Neil Nie
MSCS @ Stanford 2025.
B.S. Columbia University, 2023
Contact: [neilnie] at stanford.edu
Thanks for stopping by. I’m Neil, a first-year master’s student studying computer science at Stanford. I received my B.S. in computer science (minor in applied math) from Columbia University, School of Engineering. My background and interests are in computer vision, robotics, algorithms, and software engineering.
News & Updates:
2023
Returned to Apple as an algorithms scientist intern on the HID (human interface devices) team, working on the Apple Vision Pro.
2022
Returned to Apple as a software engineering & algorithms intern on the CoreMotion fitness team.
20212023
Researcher at Columbia Artificial Intelligence & Robotics Lab, advised by Prof. Shuran Song, working on articulated object manipulation, computer vision, & embodied AI. First-author publication: https://arxiv.org/abs/2207.08997
20212023
Teaching assistant for Computational Aspects of Robotics (COMS 4733) since spring 2021. Head teaching assistant for Artificial Intelligence (COMS 4701), and Discrete Math.
2021
Returned to Apple as a software & algorithms intern on the CoreMotion fitness team. Invented a new multi-sensing fitness tracking algorithm.
20192021
Served as President and Software Engineering Lead for the Columbia University Robotics Club, leading the MATE ROV project and the autonomous vehicles project.
2020
Worked at Apple as a software engineer & algorithms intern on the CoreMotion team. Invented a new multi-sensing algorithm (patent: ).
2019
TEDxDeerfield Executive Committee member and TEDx speaker.
Selected Projects
Structure From Action: Learning Interactions for Articulated Object 3D Structure Discovery
Neil Nie, Samir Yitzhak Gadre, Kiana Ehsani, Shuran Song
We introduce Structure from Action (SfA), a framework to discover 3D part geometry and joint parameters of unseen articulated objects via a sequence of inferred interactions. (Appearing in IROS 2023)
Self-Driving Golf Cart
From 2017-2019, I have been developing a self-driving golf cart. From the drive-by-wire system to the autonomous navigation stack, every component was developed from the ground up to learn as much as possible about robotics, electrical engineering, software engineering, and machine learning. I also developed, trained, and deployed deep neural networks for behavioral cloning and semantic segmentation.

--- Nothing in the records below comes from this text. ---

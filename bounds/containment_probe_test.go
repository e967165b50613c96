package bounds

// Containment probes of the fast paths (rounding helpers, thin-argument
// shortcuts, tabulated series, the Gaussian alias path, B-spline pieces and
// ray bounds): random and edge inputs, every enclosure checked against an
// outside reference (exact math/big arithmetic, or foldbound/internal/bigref
// and series written here at 320 bits and more).

import (
	"context"
	"math"
	"math/big"
	"math/rand/v2"
	"testing"

	"foldbound/internal/bigref"
)

// exactBig returns x exactly (float64 needs at most 1100 bits of a big.Float
// to hold sums exactly: we use 2200).
func exactBig(x float64) *big.Float { return new(big.Float).SetPrec(2200).SetFloat64(x) }

func inBigExact(lo, hi float64, v *big.Float) bool {
	if math.IsNaN(lo) || math.IsNaN(hi) {
		return false
	}
	if !math.IsInf(lo, -1) && exactBig(lo).Cmp(v) > 0 {
		return false
	}
	if !math.IsInf(hi, 1) && v.Cmp(exactBig(hi)) > 0 {
		return false
	}
	return true
}

// probeFloat draws edge-heavy float64 values: subnormals, ±0, near
// MaxFloat64, near minExact, random bits.
func probeFloat(r *rand.Rand) float64 {
	switch r.IntN(8) {
	case 0:
		return math.Copysign(0, randSign(r))
	case 1:
		return randNear(r, randSign(r)*0x1p-968, 3)
	case 2:
		v := randNear(r, randSign(r)*math.MaxFloat64, 2)
		if math.IsInf(v, 0) {
			v = math.Copysign(math.MaxFloat64, v)
		}
		return v
	case 3:
		return randNear(r, randSign(r)*math.SmallestNonzeroFloat64, 3)
	}
	return randFloat(r)
}

// TestProbeRoundingPrimitives checks addOut, subOut, mulOut, scale2,
// mulPos and nextUp against exact big.Float arithmetic (and
// math.Nextafter), on finite inputs of every magnitude.
func TestProbeRoundingPrimitives(t *testing.T) {
	r := rand.New(rand.NewPCG(7, 11))
	n := 30000
	for i := 0; i < n; i++ {
		a, b, c, d := probeFloat(r), probeFloat(r), probeFloat(r), probeFloat(r)
		if i%3 == 0 {
			c, d = a, b
		}
		lo, hi := addOut(a, b, c, d)
		if s := new(big.Float).SetPrec(2200).Add(exactBig(a), exactBig(b)); !inBigExact(lo, math.Inf(1), s) {
			t.Fatalf("addOut lo: %g + %g ≥ %g fails", a, b, lo)
		}
		if s := new(big.Float).SetPrec(2200).Add(exactBig(c), exactBig(d)); !inBigExact(math.Inf(-1), hi, s) {
			t.Fatalf("addOut hi: %g + %g ≤ %g fails", c, d, hi)
		}
		lo, hi = subOut(a, b, c, d)
		if s := new(big.Float).SetPrec(2200).Sub(exactBig(a), exactBig(b)); !inBigExact(lo, math.Inf(1), s) {
			t.Fatalf("subOut lo: %g - %g ≥ %g fails", a, b, lo)
		}
		if s := new(big.Float).SetPrec(2200).Sub(exactBig(c), exactBig(d)); !inBigExact(math.Inf(-1), hi, s) {
			t.Fatalf("subOut hi: %g - %g ≤ %g fails", c, d, hi)
		}
		lo, hi = mulOut(a, b, c, d)
		if s := new(big.Float).SetPrec(2200).Mul(exactBig(a), exactBig(b)); !inBigExact(lo, math.Inf(1), s) {
			t.Fatalf("mulOut lo: %g · %g ≥ %g fails", a, b, lo)
		}
		if s := new(big.Float).SetPrec(2200).Mul(exactBig(c), exactBig(d)); !inBigExact(math.Inf(-1), hi, s) {
			t.Fatalf("mulOut hi: %g · %g ≤ %g fails", c, d, hi)
		}
		if got, want := nextUp(a), math.Nextafter(a, math.Inf(1)); got != want && !(a == 0 && got == math.SmallestNonzeroFloat64) {
			t.Fatalf("nextUp(%g) = %g, want %g", a, got, want)
		}
		if got, want := nextDown(a), math.Nextafter(a, math.Inf(-1)); got != want && !(a == 0 && got == -math.SmallestNonzeroFloat64) {
			t.Fatalf("nextDown(%g) = %g, want %g", a, got, want)
		}
		x := Interval{math.Min(a, b), math.Max(a, b)}
		for _, k := range []float64{0.5, -0.5, 2, -2} {
			y := x.scale2(k)
			for _, v := range []float64{x.Lo, x.Hi} {
				p := new(big.Float).SetPrec(2200).Mul(exactBig(v), exactBig(k))
				if !inBigExact(y.Lo, y.Hi, p) {
					t.Fatalf("%v.scale2(%g) = %v misses %g·%g", x, k, y, v, k)
				}
			}
		}
		if x.Lo >= 0 {
			z := Interval{math.Abs(c), math.Abs(c)}
			if math.Abs(d) > z.Hi {
				z.Hi = math.Abs(d)
			} else {
				z.Lo = math.Abs(d)
			}
			y := x.mulPos(z)
			for _, v := range [][2]float64{{x.Lo, z.Lo}, {x.Hi, z.Hi}} {
				if v[0] == 0 && math.IsInf(v[1], 0) || v[1] == 0 && math.IsInf(v[0], 0) {
					continue
				}
				p := new(big.Float).SetPrec(2200).Mul(exactBig(v[0]), exactBig(v[1]))
				if !inBigExact(y.Lo, y.Hi, p) {
					t.Fatalf("%v.mulPos(%v) = %v misses %g·%g", x, z, y, v[0], v[1])
				}
			}
		}
	}
	// Infinite operands.
	inf := math.Inf(1)
	for _, v := range []float64{inf, -inf, 0, 1, -1, math.MaxFloat64} {
		for _, w := range []float64{inf, -inf, 0, 1, -1, math.MaxFloat64} {
			lo, hi := addOut(v, w, v, w)
			if lo > v+w || hi < v+w && !math.IsNaN(v+w) {
				t.Errorf("addOut(%g, %g) = [%g, %g]", v, w, lo, hi)
			}
			lo, hi = mulOut(v, w, v, w)
			p := v * w
			if math.IsNaN(p) {
				p = 0
			}
			if lo > p || hi < p {
				t.Errorf("mulOut(%g, %g) = [%g, %g]", v, w, lo, hi)
			}
		}
	}
}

Robotic Arm Gripping System
The project focused on using deep learning, semantic segmentation, ICP, and RRT algorithms to build a complete robotic arm gripping system. The arm uses image segmentation to detect the objects in the bins, uses ICP for pose estimation, and plans paths around obstacles using RRT. (credit: COMS4733 @columbia. not open-sourced)
Quadcopter
I built a quadcopter and programmed a flight controller from the ground up. The biggest challenge was programming a PID controller for the Arduino with an IMU. Eventually, it was able to fly around and self-balance in the air.
Talks & Presentations
In the spring of 2017, I gave a TEDx talk about Artificial Intelligence at TEDxDeerfield, which now has over half a million views on YouTube. You can find my talk here. I also served as an executive board member and event coordinator for TEDxDeerfield from 2017-2019.